<国立能楽堂開場35周年記念 素の魅力“智恵子抄”>

 今夏、国立能楽堂開場35周年記念企画で”智恵子抄”を演じたわけだが、それについて触れる前に、27年前に演じた初めての"智恵子抄”について書いてみたいと思う。

昭和34年にこの高村光太郎作の智恵子抄が能“智恵子抄”として、故観世寿夫作曲・作舞、武智徹二演出で、飯田橋の大曲(おおまがり)にあった観世会館で初めて上演されました。
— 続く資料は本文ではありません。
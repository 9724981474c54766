//! Versioned encoding of stored values. The first byte of every value is its
//! format version, so a later build can migrate or refuse old data instead
//! of misreading it.

use apportion_engine::Journey;

use crate::StoreError;

/// Current format version of journey records.
pub const JOURNEY_FORMAT_VERSION: u8 = 1;

/// A journey as stored, with its wake time.
#[derive(Debug, Clone, PartialEq)]
pub struct StoredJourney {
    /// Next wake-up watermark.
    pub wake: Option<i64>,
    /// The journey.
    pub journey: Journey,
}

/// Encodes a journey record: version, wake flag and time, bincode body.
pub fn encode_journey(wake: Option<i64>, journey: &Journey) -> Vec<u8> {
    let mut out = Vec::with_capacity(64);
    out.push(JOURNEY_FORMAT_VERSION);
    match wake {
        Some(w) => {
            out.push(1);
            out.extend_from_slice(&w.to_be_bytes());
        }
        None => {
            out.push(0);
            out.extend_from_slice(&[0; 8]);
        }
    }
    bincode::serialize_into(&mut out, journey).expect("journeys always serialize");
    out
}

/// Decodes a journey record.
pub fn decode_journey(bytes: &[u8]) -> Result<StoredJourney, StoreError> {
    let corrupt = |d: &str| StoreError::Corrupt { prefix: 'j', detail: d.to_string() };
    let (&version, rest) = bytes.split_first().ok_or_else(|| corrupt("empty record"))?;
    if version != JOURNEY_FORMAT_VERSION {
        return Err(StoreError::UnknownVersion { found: version, expected: JOURNEY_FORMAT_VERSION });
    }
    if rest.len() < 9 {
        return Err(corrupt("record too short"));
    }
    let wake = (rest[0] == 1).then(|| i64::from_be_bytes(rest[1..9].try_into().expect("8 bytes")));
    let journey = bincode::deserialize(&rest[9..]).map_err(|e| corrupt(&e.to_string()))?;
    Ok(StoredJourney { wake, journey })
}

/// Order-preserving encoding of an i64 (sign bit flipped, big endian).
pub(crate) fn ordered_i64(v: i64) -> [u8; 8] {
    ((v as u64) ^ (1 << 63)).to_be_bytes()
}

/// Inverse of [`ordered_i64`].
pub(crate) fn from_ordered_i64(b: &[u8]) -> i64 {
    (u64::from_be_bytes(b.try_into().expect("8 bytes")) ^ (1 << 63)) as i64
}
その時、私の父も地謡のメンバーとして謡っていたので、私が10歳の時でしたが、謡ったりしていたこと、仕方なく覚えていたこと(つまり私にはそれが嬉しそうに見えなかった)、また、当時の舞台も“へえー!”という驚きと共に記憶の中にあります。その意外性はたぶん例えば一番最初の出したセリフが「いやなんです。あなたの行ってしまうのが。」という、寿夫先生のある種カン高く、鮮明に聞こえるその声も何人となく私の記憶に耳に残っています。モンペ姿の智恵子のその格好も!
 その後、銕仙会の新作の代表として、たびたび演じられていました。ただ、一番の能としてはその後、初演のように演じられることは様々な理由からあまりなかったように思います。能の長さでなく、省略しながら、また、装束・面を付けづに舞囃子として、主に後半と抜粋により演じられることが多かったのです。私がなかなか銕仙会公演や受託公演含め、舞台に上がらせてもらえなかった間、私はこの“智恵子抄”が上演されるた度に、これなら私がやれる、やっていいんじゃないか?!と常に思って、これも悔しい!という私の力の源の一つになっていたのかな思います。
 そして平成2年、NHKの柳澤氏から電話を頂き、(今もその時のシーン、電話をどこで取ったかなど鮮明に覚えています)「今度、NHK古典芸能鑑賞会で“智恵子抄”を取り上げることになったのですが、舞囃子形式なので、面を付けないから男の能楽師ではどっちが智恵子でどっちが光太郎なのかわからない。なので、ぜひ久さんに智恵子を演ってもらいたい。」と。なんとなく“?”でしたが、私は前述した通りの“智恵子抄”に対する積年の思いがありましたから、本当に飛び上がるほど嬉しかったことを覚えています。これまでもいつもそうですが、絶対ダメと諦めかけていたことが、見えぬ、神か?仏か?ご先祖か?の力が働いた?としか私には思えぬことが起きた時は、糠喜びにはなれません。決して気は許しません。嬉しいことよりもいやなことの方が多い中で、幾度となく喜んだ後で「なかった事になる」という経験をしていますから。本番を迎え、本番が終わるまで、信じない、そんな気持ちが大事です。もちろん、せっかくのチャンス!生かさないわけではありません!が。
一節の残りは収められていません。